Studies on the pathogenesis of psoriasis have shown that keratinocyte homeostasis is critical in the formation of psoriasis lesions. Various types of programmed cell death regulated the proliferation and differentiation of keratinocytes in psoriasis. Ferroptosis is a novel form of programmed cell death, which is driven by the accumulation of lipid peroxidation and ferrous iron overload. Implications of ferroptosis in several immune-mediated diseases including ulcerative colitis, Crohn’s disease, and systemic lupus erythematosus have been proven [31,32,33]. In addition, extreme ROS plays a crucial role in the progression of psoriasis [34,35,36]. However, the precise mechanism underlining the effect of ferroptosis on psoriasis remains poorly understood. Here, we demonstrated that ferroptosis was activated in the epidermis both in psoriasis patients and psoriasis-like mouse models, reflected in excessively accumulated lipid ROS and ferrous iron and the obvious ferroptotic ultrastructure. More interestingly, the normal-appearance skin adjacent to psoriasis lesions showed a partially ferroptotic ultrastructure. This suggested that metabolites from the psoriatic lesion area might progressively attack the surrounding normal keratinocytes, further contributing to the development of psoriatic lesions. For ferroptosis in psoriasis cases, the products included in lipid ROS and ferrous iron gradually spread to normal skin and promoted the formation of psoriasis lesions. Enhanced ferroptosis induced by ferroptosis inducers promoted the development of psoriatic lesions and increased disease severity in psoriasis-like mouse models. Moreover, we preliminarily found that ferrous iron overload rather than lipid peroxidation might be the initial induction of ferroptosis in the psoriatic epidermis. As a ferrireductase protein, the expression of Cyb561d2 was upregulated in the epidermis of PV cases. Indeed, Cyb561d2 overexpression induced the levels of ferrous iron, accompanied by an increase in lipid ROS. Thus, our data indicated that iron overload by Cyb561d2 overexpression might contribute to the activation of ferroptosis and formation of psoriatic lesions.

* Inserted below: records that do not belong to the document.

def test_atlas_table_and_hierarchy(study: pathlib.Path, labels: pd.DataFrame) -> None:
    assert list(labels.columns) == [
        "index",
        "name",
        "abbreviation",
        "hemisphere",
        "parent",
        "color",
    ]
    index = labels["index"].astype(int)
    assert index.is_unique and (index > 0).all()
    assert set(labels["hemisphere"]) <= {"left", "right", "both", ""}
    assert labels["color"].str.fullmatch(r"#[0-9a-f]{6}").all()
    image = _load(study / "atlas.nii.gz")
    assert np.issubdtype(image.dtype, np.integer)
    in_image = set(np.unique(image)) - {0}
    assert in_image <= set(index)
    parent = {
        int(i): (int(p) if p else None)
        for i, p in zip(labels["index"], labels["parent"], strict=True)
    }
    assert {p for p in parent.values() if p is not None} <= set(parent)
    parents = {p for p in parent.values() if p is not None}
    assert parents.isdisjoint(in_image)  # parent rows are not in the image
    assert in_image == set(parent) - parents  # every leaf is drawn
    for start in parent:  # no cycle: walking up ends at a top-level row
        seen, node = set(), start
        while node is not None:
            assert node not in seen, f"cycle through {node}"
            seen.add(node)
            node = parent[node]
    hemisphere = dict(zip(index, labels["hemisphere"], strict=True))
    for child, up in parent.items():
        if up is not None:
            assert hemisphere[child] == hemisphere[up]
    for name, group in labels.groupby("name"):
        sides = sorted(group["hemisphere"])
        assert sides in (["left", "right"], ["both"]), name
    # 21 leaves with effects and landmarks plus 18 that fill the rest of the brain
    assert len(in_image) == 39
    # the labels cover the whole brain mask (read_atlas refuses an atlas below 50 %)
    mask = _load(study / "brain_mask.nii.gz") > 0
    assert np.all(image[mask] > 0) and np.all(image[~mask] == 0)
    # the chain cortex → auditory cortex → primary auditory area exists
    by_index = labels.set_index(labels["index"].astype(int))
    a1 = int(
        labels.loc[
            (labels["abbreviation"] == "A1") & (labels["hemisphere"] == "right"), "index"
        ].iloc[0]
    )
    chain = []
    node = a1
    while node is not None:
        chain.append(by_index.loc[node, "name"])
        node = parent[node]
    assert chain == ["primary auditory area", "auditory cortex", "cortex"]


def test_atlas_left_right_are_mirror_images(study: pathlib.Path, labels: pd.DataFrame) -> None:
    img = nib.load(str(study / "atlas.nii.gz"))
    image = np.asarray(img.dataobj)
    inverse = np.linalg.inv(img.affine)
    pairs = 0
    for _, group in labels.groupby(["name"]):
        if sorted(group["hemisphere"]) != ["left", "right"]:
            continue
        left = int(group.loc[group["hemisphere"] == "left", "index"].iloc[0])
        right = int(group.loc[group["hemisphere"] == "right", "index"].iloc[0])
        if not (image == right).any():
            continue  # parent rows are not drawn
        voxels = np.argwhere(image == right)
        world = apply_affine(img.affine, voxels)
        world[:, 0] *= -1.0  # mirror about the plane x = 0 mm
        back = np.rint(apply_affine(inverse, world)).astype(int)
        mirrored = np.zeros(image.shape, dtype=bool)
        mirrored[tuple(back.T)] = True
        left_mask = image == left
        dice = 2 * np.sum(mirrored & left_mask) / (mirrored.sum() + left_mask.sum())
        assert dice >= 0.95, (group["name"].iloc[0], dice)
        assert world[:, 0].max() < 0  # the mirrored right region lies in the left hemisphere
        pairs += 1
    assert pairs >= 9


def test_anatomy_is_plausible(anatomy: ex.Anatomy) -> None:
    def centroid(abbreviation: str, hemisphere: str) -> np.ndarray:
        region = anatomy.atlas == anatomy.index_of(abbreviation, hemisphere)
        return anatomy.coords[:, region].mean(axis=1)

    brain = anatomy.coords[:, anatomy.mask]
    a1 = centroid("A1", "right")
    s1 = centroid("S1FL", "right")
    vis = centroid("Vis", "right")
    ic = centroid("IC", "right")
    ventricles = centroid("V", "both")
    assert a1[0] > 0.7 * brain[0].max() and a1[1] < 0  # lateral, posterior half (temporal)
    assert s1[2] > a1[2] and s1[0] > 1.0  # dorsolateral, above auditory cortex
    assert vis[1] < a1[1] and vis[2] > a1[2]  # posterior and dorsal
    assert ic[1] < vis[1] and ic[2] > 0 and ic[0] < 1.5  # posterior-dorsal midbrain
    assert abs(ventricles[0]) < 0.1 and abs(ventricles[2]) < 1.5  # deep, on the midline


# --------------------------------------------------------------------------------------
# Noise calibration
# --------------------------------------------------------------------------------------

# Relative tolerance of an empirical variance: with ~30 000 mask voxels per field and
# a resel of about 2³ voxels, the standard error of a variance estimate pooled over 10
# fields is below 1 %; 5 % leaves room without hiding a mis-normalisation (a kernel
# that is not divided by its root-sum-of-squares is off by a factor of about 20).
VARIANCE_RTOL = 0.05


def test_smooth_unit_fields_have_unit_variance() -> None:
    rng = np.random.default_rng(0)
    fields = ex.smooth_unit_fields(rng, 4, (40, 40, 40), 2.0)
    # var = sum(k²) for unit white noise (Papoulis & Pillai 2002); after division: 1
    assert abs(fields.var() - 1.0) < 0.03
    # the root-sum-of-squares equals that of the kernel read off scipy's own response
    sigma = 2.0 / math.sqrt(8 * math.log(2))
    delta = np.zeros((15, 15, 15))
    delta[7, 7, 7] = 1.0
    response = ndimage.gaussian_filter(delta, sigma, mode="constant")
    assert math.isclose(ex.gaussian_kernel_rss(sigma), math.sqrt(np.sum(response**2)), rel_tol=1e-9)


def test_noise_components_have_the_stated_variances(
    anatomy: ex.Anatomy, sim: ex.Simulation
) -> None:
    inside = anatomy.mask
    for contrast in ex.CONTRASTS:
        u = sim.animal_effect[contrast][:, inside].astype(float)
        d = sim.run_effect[contrast][:, inside].astype(float)
        e = sim.first_level_noise[contrast][:, inside].astype(float)
        s2 = sim.variance[contrast][:, inside].astype(float)
        ok = np.isfinite(s2)
        assert math.isclose(np.mean(u**2), ex.TAU2, rel_tol=VARIANCE_RTOL)
        assert math.isclose(np.mean(d**2), ex.SIGMA2, rel_tol=VARIANCE_RTOL)
        # the first-level noise has exactly the variance written in the variance maps
        assert math.isclose(np.mean(e[ok] ** 2 / s2[ok]), 1.0, rel_tol=VARIANCE_RTOL)
        assert math.isclose(np.mean(e[ok] ** 2), np.mean(s2[ok]), rel_tol=VARIANCE_RTOL)


def test_written_maps_follow_the_noise_model(
    study: pathlib.Path, table: pd.DataFrame, anatomy: ex.Anatomy, truth: dict
) -> None:
    """Differences of two runs of one animal remove effect and u_animal: their variance
    is 2 sigma² + s²_j + s²_k, read from the written variance maps."""
    skip = {truth["motion"]["animal"]}
    skip |= {r["animal"] for r in truth["excluded_runs"]["runs"]}
    rim = anatomy.mask & ~ndimage.binary_erosion(anatomy.mask, iterations=3)
    use = anatomy.mask & ~rim
    observed, expected = [], []
    rows = table[(table["condition"] == "sound") & ~table["animal"].isin(skip)]
    for _, group in rows.groupby("animal"):
        y = _stack(study, group, "effect")[:, use].astype(float)
        s2 = _stack(study, group, "variance")[:, use].astype(float)
        for j in range(len(group) - 1):
            diff = y[j + 1] - y[j]
            ok = np.isfinite(diff)
            observed.append(np.mean(diff[ok] ** 2))
            expected.append(np.mean(2 * truth["sigma2"] + s2[j][ok] + s2[j + 1][ok]))
    assert len(observed) >= 10
    assert math.isclose(np.sum(observed), np.sum(expected), rel_tol=VARIANCE_RTOL)


def _fwhm_from_lag1(fields: np.ndarray, mask: np.ndarray, axis: int) -> float:
    a = np.take(fields, np.arange(fields.shape[axis + 1] - 1), axis=axis + 1)
    b = np.take(fields, np.arange(1, fields.shape[axis + 1]), axis=axis + 1)
    pair = np.take(mask, np.arange(mask.shape[axis] - 1), axis=axis) & np.take(
        mask, np.arange(1, mask.shape[axis]), axis=axis
    )
    a, b = a[:, pair], b[:, pair]
    rho = np.sum(a * b) / math.sqrt(np.sum(a * a) * np.sum(b * b))
    return math.sqrt(-2.0 * math.log(2.0) / math.log(rho))


def test_noise_smoothness_is_about_two_voxels(anatomy: ex.Anatomy, sim: ex.Simulation) -> None:
    for fields in (
        sim.animal_effect["sound"],
        sim.run_effect["paw"],
        sim.first_level_noise["sound"]
        / np.sqrt(np.nan_to_num(sim.variance["sound"], nan=1.0) + 1e-30),
    ):
        for axis in range(3):
            fwhm = _fwhm_from_lag1(fields.astype(float), anatomy.mask, axis)
            assert abs(fwhm - ex.NOISE_FWHM_VOX) < 0.15, (axis, fwhm)
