"""The report's slice browser: the data it shows, packed into the page, and the page's
content-security policy.

The browser (``templates/browser.js``, plain JavaScript drawing on a canvas) shows the
z map of each result over the template, slice by slice in three planes, with the atlas
outlines; the pointer reads AP/ML/DV from the origin, the region, z, effect and p; a
click shows each animal's own estimate there (a small forest plot and a table).

Everything it needs is embedded in the page as one JSON block of compressed arrays
(deflate, then base64; the page inflates them with the browser's own
``DecompressionStream``):

- the template as 8-bit grey levels and the atlas's leaf labels on the whole grid;
- per result, over its in-mask voxels: z and effect (float32; the browser computes the
  two-sided p from z, which grouplevel writes with the same p as t), the voxels that
  survive the report's correction (one byte each), and each animal's estimate and its
  standard error quantised to 16 bits per animal (largest magnitude → 32000) with the
  number of its runs with data (one byte);
- the signed colour scale of the static figures (:func:`grouplevel.report.colours.signed_colormap`).

Each run's own value is shown when the result folder keeps it (``run_effect.nii.gz``,
small studies only) and it fits :data:`RUN_VALUES_EMBED`; otherwise the browser lists
each animal's runs and how many have data at the voxel, and says so.

When the packed data exceed :data:`BROWSER_BUDGET_BYTES`, the grid is shown at every
2nd (3rd, 4th) voxel along each axis, then without the per-animal estimates, and the
browser says so; beyond that it is left out with the reason.

The policy (:func:`content_security_policy`) allows nothing but the page's own inline
scripts and styles, named by the SHA-256 of their text, and images from ``data:`` URIs
(W3C Content Security Policy Level 3, hash-source).
"""

from __future__ import annotations

import base64
import hashlib
import json
import re
import zlib
from collections.abc import Iterator
from importlib import resources
from pathlib import Path

import nibabel as nib
import numpy as np

from grouplevel.errors import UserError
from grouplevel.intake.images import Grid
from grouplevel.outputs.animal_maps import read_animal_maps
from grouplevel.report.colours import TEMPLATE_GREY_MAX, signed_colormap

#: Largest size of the embedded data (base64 text) before the grid is thinned. Our own
#: choice: a report of a few tens of MB still opens in a second from a shared drive or
#: an e-mail; the demo needs about a tenth of it.
BROWSER_BUDGET_BYTES = 24_000_000
#: Thinning steps tried, in order (every k-th voxel along each axis).
THINNING_STEPS = (1, 2, 3, 4)
_ORDINAL = {2: "2nd", 3: "3rd"}
#: Largest runs × voxels whose run values are embedded (the folder keeps them up to
#: grouplevel.outputs.animal_maps.RUN_VALUES_MAX; the same bound, our own choice).
RUN_VALUES_EMBED = 250_000
#: Largest magnitude of a per-animal quantity after quantisation to int16; -32768
#: marks "no value" (no data, or an unknown SE).
QUANT_MAX = 32000
QUANT_MISSING = -32768
#: Grey levels of the template: the 1st to 99.5th percentile of the in-brain values
#: (common practice for display windows) spread over 0..255.
TEMPLATE_WINDOW = (1.0, 99.5)
COLOUR_TABLE_SIZE = 256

Lipid peroxidation is a necessary process in ferroptosis. In recent years, studies have verified that ROS contribute to the development of psoriasis, and antioxidant therapy has been effective in relieving psoriatic lesions [14,37]. In this study, ferroptosis with higher levels of lipid ROS has been proven exist in the epidermis of individuals with psoriasis. Therefore, we hypothesized that genes related to lipid peroxidation might be a primary trigger in the ferroptosis of psoriasis. GPX4 can reduce the cytotoxic lipid peroxide to the nontoxic corresponding lipid alcohol and then clean the lipid peroxidation. Initial studies have shown that dysfunction of GPX4 primarily drove ferroptosis through depriving its ability to scavenge lipid peroxidation products [12]. However, there were no differences in the mRNA and protein expression of GPX4 found between the psoriatic epidermis and healthy controls (Figure S2B). System Xc, one of the amino acid transporters, transports cystine into the cell and synthesizes reduced synthetic glutathione, which promotes the removal of lipid peroxidation products by GPX4 and confronted ferroptosis [38]. Unexpectedly, SLC7A11 was upregulated in the psoriatic epidermis. These results suggested that the accumulation of lipid ROS in the psoriatic epidermis may not be caused by abnormal expression of genes related to lipid peroxidation.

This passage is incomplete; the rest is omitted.